Please return every record below exactly as it stands.

--- THE DATA Enclosed Below ---

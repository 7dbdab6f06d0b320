import { ButtonLink } from '../components/ui/button.tsx';
import { useSession } from '../features/sessions/session-context.ts';
import { PeopleList } from '../features/users/components/people-list.tsx';
import { paths } from '../paths.ts';
import { SettingsTabs } from './settings-tabs.tsx';

export default function PeoplePage() {
  const { can } = useSession();
  return (
    <>
      <SettingsTabs />
      <PeopleList
        addLink={
          can.managePeople ? (
            <ButtonLink kind="primary" to={paths.newPerson.to()}>
              Add a person
            </ButtonLink>
          ) : null
        }
      />
    </>
  );
}
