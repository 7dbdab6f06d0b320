/**
 * Pratt, Koch, Wu, Berezansky, Pure Appl. Chem. 73 (2001) 1783, as reprinted in the CRC Handbook of Chemistry and Physics, p. 5-73.
 * Provenance: published (table read in the reprint; five entries confirmed by a second, independent copy).
 * ITS-90, absolute ohm, conductivity of the water subtracted.
 */
import { describe, expect, it } from 'vitest';
import { cubicSpline, evaluateSpline } from '../../shared/science/cubic-spline.ts';
import {
  carbonDioxideWaterConductivity,
  kclStandardConductivity,
} from '../../shared/science/kcl-standards.ts';
import type { KclNominal } from '../../shared/science/kcl-standards.ts';
import { MOLAL_TABLE } from '../../shared/science/kcl-tables.ts';
import { relativeError } from './relative-error.ts';

const printed: [number, number, number, number | null, number][] = [
  [0, 772.92, 7116.85, 63488, 0.58],
  [5, 890.96, 8183.7, 72030, 0.68],
  [10, 1013.95, 9291.72, 80844, 0.79],
  [15, 1141.45, 10437.1, 89900, 0.89],
  [18, 1219.93, 11140.6, null, 0.95],
  [20, 1273.03, 11615.9, 99170, 0.99],
  [25, 1408.23, 12824.6, 108620, 1.1],
  [30, 1546.63, 14059.2, 118240, 1.2],
  [35, 1687.79, 15316.0, 127970, 1.3],
  [40, 1831.27, 16591.0, 137810, 1.4],
  [45, 1976.62, 17880.6, 147720, 1.51],
  [50, 2123.43, 19180.9, 157670, 1.61],
];
const molal = (nominal: KclNominal, temperatureC: number) =>
  kclStandardConductivity({ basis: 'molal', nominal, temperatureC }).conductivityUsCm;

describe('molal KCl standards', () => {
  it.each(printed)('returns the printed row at %d degC exactly', (t, weak, middle, strong, water) => {
    expect(molal(0.01, t)).toBe(weak);
    expect(molal(0.1, t)).toBe(middle);
    if (strong !== null) expect(molal(1, t)).toBe(strong);
    expect(carbonDioxideWaterConductivity(t)).toBe(water);
  });

  // Independent second copy, in S/m or mS/cm: to its own last digit.
  it.each([
    [0.1, 25, 12824, 1],
    [0.1, 5, 8183.7, 0.05],
    [0.1, 50, 19180.9, 0.05],
    [1, 25, 108620, 5],
  ] as const)('%d mol/kg at %d degC agrees with the second copy', (nominal, t, value, lastDigit) => {
    expect(Math.abs(molal(nominal, t) - value)).toBeLessThan(lastDigit);
  });

  // Cubics fitted to all rows elsewhere; 5 ppm (48 ppm for 1 mol/kg) is how well a single cubic fits the rows, 7 ppm between them, so a wrong digit shows.
  it.each([
    [0.01, 1.943954e-2, 4.538298e-5, -4.149152e-7, 7e-6],
    [0.1, 1.906119e-2, 4.045596e-5, -3.956564e-7, 7e-6],
    [1, 1.756088e-2, 2.880211e-5, -3.508307e-7, 8e-5],
  ] as const)('%d mol/kg keeps to one cubic from 0 to 50 degC', (nominal, a, b, c, tolerance) => {
    for (let t = 0; t <= 50; t += 0.5) {
      const d = t - 25;
      const cubic = molal(nominal, 25) * (1 + a * d + b * d ** 2 + c * d ** 3);
      expect(relativeError(molal(nominal, t), cubic)).toBeLessThan(tolerance);
    }
  });

  // Computed with an independent not-a-knot spline: to the digits shown.
  it.each([
    [0.01, 23.0, 1353.745, 1e-3],
    [0.1, 23.7, 12507.68, 1e-2],
    [1, 21.3, 101609.9, 1e-1],
  ] as const)('%d mol/kg at %d degC interpolates to %d', (nominal, t, value, lastDigit) => {
    expect(Math.abs(molal(nominal, t) - value)).toBeLessThan(lastDigit);
  });

  it.each([0.01, 0.1] as const)(
    '%d mol/kg: a spline without one row finds it again within the stated 9 ppm',
    (nominal) => {
      const rows = MOLAL_TABLE[nominal];
      for (let left = 1; left + 1 < rows.length; left += 1) {
        const others = rows.filter((_, index) => index !== left);
        const spline = cubicSpline(
          others.map(([t]) => t),
          others.map(([, value]) => value),
        );
        const [t, value] = rows[left] as readonly [number, number];
        const { interpolationRelativeHalfWidth } = kclStandardConductivity({
          basis: 'molal',
          nominal,
          temperatureC: t,
        });
        // Leaving a row out doubles the step, so this is harder than any interpolation the function is asked for.
        expect(relativeError(evaluateSpline(spline, t).value, value)).toBeLessThan(
          interpolationRelativeHalfWidth,
        );
      }
    },
  );

  // Local coefficients at 25 degC and chords from 20 degC, computed from the table to four digits.
  it.each([
    [0.01, 1.944, 1.92, 2.124],
    [0.1, 1.906, 1.885, 2.081],
    [1, 1.757, 1.74, 1.906],
  ] as const)(
    '%d mol/kg: coefficient at 25 degC %d, chord %d, chord referred to 20 degC %d',
    (nominal, local, chord, to20) => {
      const at = kclStandardConductivity({ basis: 'molal', nominal, temperatureC: 25 });
      expect((100 * at.slopeUsCmPerK) / at.conductivityUsCm).toBeCloseTo(local, 2);
      expect((100 * (molal(nominal, 25) - molal(nominal, 20))) / 5 / molal(nominal, 25)).toBeCloseTo(
        chord,
        2,
      );
      expect((100 * (molal(nominal, 25) - molal(nominal, 20))) / 5 / molal(nominal, 20)).toBeCloseTo(to20, 2);
    },
  );
});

--- End of Enclosed THE DATA ---

## YOUR SOLUTION
repository 7dbdab6f06d0b320
import { ButtonLink } from '../components/ui/button.tsx';
import { useSession } from '../features/sessions/session-context.ts';
import { PeopleList } from '../features/users/components/people-list.tsx';
import { paths } from '../paths.ts';
import { SettingsTabs } from './settings-tabs.tsx';

export default function PeoplePage() {
  const { can } = useSession();
  return (
    <>
      <SettingsTabs />
      <PeopleList
        addLink={
          can.managePeople ? (
            <ButtonLink kind="primary" to={paths.newPerson.to()}>
              Add a person
            </ButtonLink>
          ) : null
        }
      />
    </>
  );
}
repository 7dbdab6f06d0b320
/**
 * Pratt, Koch, Wu, Berezansky, Pure Appl. Chem. 73 (2001) 1783, as reprinted in the CRC Handbook of Chemistry and Physics, p. 5-73.
 * Provenance: published (table read in the reprint; five entries confirmed by a second, independent copy).
 * ITS-90, absolute ohm, conductivity of the water subtracted.
 */
import { describe, expect, it } from 'vitest';
import { cubicSpline, evaluateSpline } from '../../shared/science/cubic-spline.ts';
import {
  carbonDioxideWaterConductivity,
  kclStandardConductivity,
} from '../../shared/science/kcl-standards.ts';
import type { KclNominal } from '../../shared/science/kcl-standards.ts';
import { MOLAL_TABLE } from '../../shared/science/kcl-tables.ts';
import { relativeError } from './relative-error.ts';

const printed: [number, number, number, number | null, number][] = [
  [0, 772.92, 7116.85, 63488, 0.58],
  [5, 890.96, 8183.7, 72030, 0.68],
  [10, 1013.95, 9291.72, 80844, 0.79],
  [15, 1141.45, 10437.1, 89900, 0.89],
  [18, 1219.93, 11140.6, null, 0.95],
  [20, 1273.03, 11615.9, 99170, 0.99],
  [25, 1408.23, 12824.6, 108620, 1.1],
  [30, 1546.63, 14059.2, 118240, 1.2],
  [35, 1687.79, 15316.0, 127970, 1.3],
  [40, 1831.27, 16591.0, 137810, 1.4],
  [45, 1976.62, 17880.6, 147720, 1.51],
  [50, 2123.43, 19180.9, 157670, 1.61],
];
const molal = (nominal: KclNominal, temperatureC: number) =>
  kclStandardConductivity({ basis: 'molal', nominal, temperatureC }).conductivityUsCm;

describe('molal KCl standards', () => {
  it.each(printed)('returns the printed row at %d degC exactly', (t, weak, middle, strong, water) => {
    expect(molal(0.01, t)).toBe(weak);
    expect(molal(0.1, t)).toBe(middle);
    if (strong !== null) expect(molal(1, t)).toBe(strong);
    expect(carbonDioxideWaterConductivity(t)).toBe(water);
  });

  // Independent second copy, in S/m or mS/cm: to its own last digit.
  it.each([
    [0.1, 25, 12824, 1],
    [0.1, 5, 8183.7, 0.05],
    [0.1, 50, 19180.9, 0.05],
    [1, 25, 108620, 5],
  ] as const)('%d mol/kg at %d degC agrees with the second copy', (nominal, t, value, lastDigit) => {
    expect(Math.abs(molal(nominal, t) - value)).toBeLessThan(lastDigit);
  });

  // Cubics fitted to all rows elsewhere; 5 ppm (48 ppm for 1 mol/kg) is how well a single cubic fits the rows, 7 ppm between them, so a wrong digit shows.
  it.each([
    [0.01, 1.943954e-2, 4.538298e-5, -4.149152e-7, 7e-6],
    [0.1, 1.906119e-2, 4.045596e-5, -3.956564e-7, 7e-6],
    [1, 1.756088e-2, 2.880211e-5, -3.508307e-7, 8e-5],
  ] as const)('%d mol/kg keeps to one cubic from 0 to 50 degC', (nominal, a, b, c, tolerance) => {
    for (let t = 0; t <= 50; t += 0.5) {
      const d = t - 25;
      const cubic = molal(nominal, 25) * (1 + a * d + b * d ** 2 + c * d ** 3);
      expect(relativeError(molal(nominal, t), cubic)).toBeLessThan(tolerance);
    }
  });

  // Computed with an independent not-a-knot spline: to the digits shown.
  it.each([
    [0.01, 23.0, 1353.745, 1e-3],
    [0.1, 23.7, 12507.68, 1e-2],
    [1, 21.3, 101609.9, 1e-1],
  ] as const)('%d mol/kg at %d degC interpolates to %d', (nominal, t, value, lastDigit) => {
    expect(Math.abs(molal(nominal, t) - value)).toBeLessThan(lastDigit);
  });

  it.each([0.01, 0.1] as const)(
    '%d mol/kg: a spline without one row finds it again within the stated 9 ppm',
    (nominal) => {
      const rows = MOLAL_TABLE[nominal];
      for (let left = 1; left + 1 < rows.length; left += 1) {
        const others = rows.filter((_, index) => index !== left);
        const spline = cubicSpline(
          others.map(([t]) => t),
          others.map(([, value]) => value),
        );
        const [t, value] = rows[left] as readonly [number, number];
        const { interpolationRelativeHalfWidth } = kclStandardConductivity({
          basis: 'molal',
          nominal,
          temperatureC: t,
        });
        // Leaving a row out doubles the step, so this is harder than any interpolation the function is asked for.
        expect(relativeError(evaluateSpline(spline, t).value, value)).toBeLessThan(
          interpolationRelativeHalfWidth,
        );
      }
    },
  );

  // Local coefficients at 25 degC and chords from 20 degC, computed from the table to four digits.
  it.each([
    [0.01, 1.944, 1.92, 2.124],
    [0.1, 1.906, 1.885, 2.081],
    [1, 1.757, 1.74, 1.906],
  ] as const)(
    '%d mol/kg: coefficient at 25 degC %d, chord %d, chord referred to 20 degC %d',
    (nominal, local, chord, to20) => {
      const at = kclStandardConductivity({ basis: 'molal', nominal, temperatureC: 25 });
      expect((100 * at.slopeUsCmPerK) / at.conductivityUsCm).toBeCloseTo(local, 2);
      expect((100 * (molal(nominal, 25) - molal(nominal, 20))) / 5 / molal(nominal, 25)).toBeCloseTo(
        chord,
        2,
      );
      expect((100 * (molal(nominal, 25) - molal(nominal, 20))) / 5 / molal(nominal, 20)).toBeCloseTo(to20, 2);
    },
  );
});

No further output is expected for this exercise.